Good job Glenmore. You can at least see the light at the end of the tunnel.


----------



## Mitch12 (Mar 29, 2008)

Glenmore
Great work Glenmore, keep popping them out. Bernie put it best when he said your a pen turning machine. Mitch


----------



## harrysin (Jan 15, 2007)

Now your mission is completed Glenmore perhaps you will start to get some sleep, whilst I enjoy talking to you at 4AM (your time) you really should be tucked up in bed and fast asleep.


----------



## Glenmore (Sep 10, 2004)

Mission accomplished they are all done. Going this week to the troops.


----------



## oldnewbie (Sep 18, 2006)

Great job, Glenmore. Our troops will be forever grateful

Neal


----------



## Dr.Zook (Sep 10, 2004)

Thank you glenmore!!!!!!!!!!!!!!!!!!!!!!!!!!!!!!!!!!!!!!!!!!!!!!!!!!!!!!!!!!!!!!!!!!!!!!!!!!!!!!!!!!!!!!!!!


----------



## BernieW (Sep 12, 2006)

Great job Glenmore. The troops will be forever grateful.

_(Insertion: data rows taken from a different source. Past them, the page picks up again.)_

"""Fuzzing the command line: random and hostile option values and input files.

Whatever is given, a run of ``skyplan`` ends with a documented exit status (0 ok, 2 bad input,
3 nothing observable, 4 output not written — ``skyplan/errors.py``), every line on stderr
starts with ``skyplan:``, no traceback is shown and no library warning reaches the user.
Status 1 (an internal fault) is a bug and fails these tests.

Each example runs the real command in-process through ``skyplan.cli.app.main``; examples are
few and deadlines generous so the file stays within a minute on a small, busy machine.
"""

from __future__ import annotations

import contextlib
import io
import json
import os
import re
import subprocess
import sys
import time
import warnings
from pathlib import Path

import pytest
from hypothesis import HealthCheck, given, settings
from hypothesis import strategies as st

from skyplan.cli import app
from skyplan.engine.ephemeris import configure_astropy_offline
from skyplan.inputs import scenario

configure_astropy_offline()

ALLOWED = {0, 2, 3, 4}
# SKYPLAN_FUZZ_SCALE=20 runs twenty times as many examples (a deeper search, minutes long).
SCALE = max(1, int(os.environ.get("SKYPLAN_FUZZ_SCALE", "1")))
FAST = settings(
    max_examples=12 * SCALE,
    deadline=20_000,
    derandomize=SCALE == 1,
    suppress_health_check=[HealthCheck.too_slow, HealthCheck.function_scoped_fixture],
)
DEMO_CATALOG = str(scenario.demo_path(scenario.DEMO_CATALOG))
DEMO_SITES = str(scenario.demo_path("sites.toml"))


def run(argv: list[str]) -> tuple[int, bytes, str, list[warnings.WarningMessage]]:
    """Run ``skyplan ARGV`` in-process: (exit status, stdout bytes, stderr text, warnings)."""
    out = io.TextIOWrapper(io.BytesIO(), encoding="utf-8")
    err = io.StringIO()
    saved = sys.stdout
    status: int | str | None = 0
    with warnings.catch_warnings(record=True) as caught, contextlib.redirect_stderr(err):
        warnings.simplefilter("always")
        sys.stdout = out
        try:
            app.main(argv)
        except SystemExit as exc:
            status = exc.code
        finally:
            sys.stdout = saved
    out.flush()
    return (status if isinstance(status, int) else 1), out.buffer.getvalue(), err.getvalue(), \
        list(caught)


def check_outcome(argv: list[str]) -> tuple[int, bytes, str]:
    """Run and check the contract; return (status, stdout, stderr) for further checks."""
    status, out, err, caught = run(argv)
    shown = f"skyplan {argv!r} -> {status}\n{err}"
    assert status in ALLOWED, shown
    assert "Traceback" not in err and b"Traceback" not in out, shown
    for line in err.splitlines():
        assert line.startswith("skyplan:"), shown
    leaked = [w for w in caught if not issubclass(w.category, DeprecationWarning)]
    assert not leaked, f"{shown}\nwarnings: {[str(w.message) for w in leaked]}"
    # a library warning nobody handled is still shown, as a note naming its class: none
    # should get that far
    assert not re.search(r"^skyplan: note: \w*Warning:", err, re.MULTILINE), shown
    if status != 0:
        assert err.strip(), f"{shown}\nfailed without saying why"
    return status, out, err
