def test_a_huge_line_is_refused_with_bounded_memory(tmp_path: Path) -> None:
    # One line of 150 MB, inside the 1 GiB file limit: the reader once grew past 6 GiB on a
    # 500 MB one.  Peak memory is measured in a child process against 3 x the size + 200 MiB:
    # the child's own high-water mark (VmHWM of /proc/self/status, kB), since Linux carries
    # ru_maxrss across exec and it would report the (large) test process that forked it;
    # ru_maxrss where there is no /proc.
    path = tmp_path / "one.csv"
    size = 150_000_000
    with path.open("wb") as handle:
        handle.write(b"name,ra,dec,")
        handle.write(b"x" * (size - 13))
        handle.write(b"\n")
    script = textwrap.dedent(f"""
        import resource
        from skyplan.errors import InputError
        from skyplan.inputs.catalog import read_catalog
        try:
            read_catalog({str(path)!r})
        except InputError as exc:
            print(exc.message)
        try:
            with open("/proc/self/status") as status:
                print(next(line.split()[1] for line in status if line.startswith("VmHWM")))
        except OSError:
            print(resource.getrusage(resource.RUSAGE_SELF).ru_maxrss)
    """)
    done = subprocess.run([sys.executable, "-c", script], capture_output=True, text=True,
                          timeout=60, check=True)
    message, peak_kib = done.stdout.strip().splitlines()
    assert "a line longer than" in message
    assert int(peak_kib) * 1024 <= 3 * size + 200 * 2**20


def _peak_of_read(path: Path) -> tuple[int, int]:
    """Rows read and the peak resident memory (bytes) of ``read_catalog(path)`` in a child
    process: its VmHWM, or ru_maxrss where there is no /proc (see the test above)."""
    script = textwrap.dedent(f"""
        import resource
        from skyplan.inputs.catalog import read_catalog
        print(len(read_catalog({str(path)!r}).catalog))
        try:
            with open("/proc/self/status") as status:
                print(next(line.split()[1] for line in status if line.startswith("VmHWM")))
        except OSError:
            print(resource.getrusage(resource.RUSAGE_SELF).ru_maxrss)
    """)
    done = subprocess.run([sys.executable, "-c", script], capture_output=True, text=True,
                          timeout=120, check=True)
    rows, peak_kib = done.stdout.strip().splitlines()
    return int(rows), int(peak_kib) * 1024


@pytest.mark.parametrize("quoted", [False, True])
def test_an_ordinary_large_catalogue_is_read_in_memory_proportional_to_it(
    tmp_path: Path, quoted: bool
) -> None:
    # 500,000 valid rows (name, ra, dec, priority, exposure, notes; 20 MB): the reader made
    # a Python string per name and note and copies of the file's text, and peaked at 333 MiB
    # against the goal of 3 x the size + 200 MiB (259 MiB); columns of numpy StringDType and
    # float64, split a block at a time, read it in about 200 MiB.  With every name quoted
    # (the csv module's path, a Python string per cell) it went past 400 MiB.
    rows = 500_000
    rng = np.random.default_rng(15)
    ra = np.char.mod("%.5f", rng.uniform(0.0, 359.99999, rows))  # never 360.00000
    dec = np.char.mod("%.5f", np.degrees(np.arcsin(rng.uniform(-1.0, 1.0, rows))))
    notes = np.array(["", "standard", "check seeing", "Be star"])[rng.integers(0, 4, rows)]
    names = np.char.add("T", np.arange(rows).astype(str))
    if quoted:
        names = np.char.add(np.char.add('"', names), '"')
    cells = [names, ra, dec,
             rng.integers(1, 6, rows).astype(str), rng.choice(["60", "300"], rows), notes]
    line = cells[0]
    for cell in cells[1:]:
        line = np.char.add(np.char.add(line, ","), cell)
    path = tmp_path / "large.csv"
    path.write_text("name,ra,dec,priority,exposure,notes\n" + "\n".join(line.tolist()) + "\n")
    size = path.stat().st_size
    read, peak = _peak_of_read(path)
    assert read == rows
    assert peak <= 3 * size + 200 * 2**20, f"peak {peak / 2**20:.0f} MiB for {size / 1e6:.1f} MB"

Good talking with you.


----------



## Glenmore (Sep 10, 2004)

Thanks Bernie. It was great to talk to you also. So now get your skype going.


----------



## Glenmore (Sep 10, 2004)

The pens are getting shipped out tomorrow afternoon. Boy this makes me feel a whole lot better. Thanks guys you know who you are couldn't have done it without your help.


----------



## jw2170 (Jan 24, 2008)

Great effort, Glenmore.

Now I know why you are on the phone at 4am....

Time for a break and re-org...

James


----------



## harrysin (Jan 15, 2007)

OK Glenmore,you've done a wonderful job, now it really is time to relax and get some proper sleep otherwise you won't have the strength to talk to me on Skype.


----------



## Dr.Zook (Sep 10, 2004)

*Really Harry??????????????*



harrysin said:


> OK Glenmore,you've done a wonderful job, now it really is time to relax and get some proper sleep otherwise you won't have the strength to talk to me on Skype.


Anyone who has been on Skype with Harry knows who does all the talking, it isn't Glenmore!!!!!!!!!!! Sorry Harry but, "Facts are facts, Ace."


----------



## Glenmore (Sep 10, 2004)

To shay Dave  Harry went to bed 7AM got up at 11AM was good enough for me today.


----------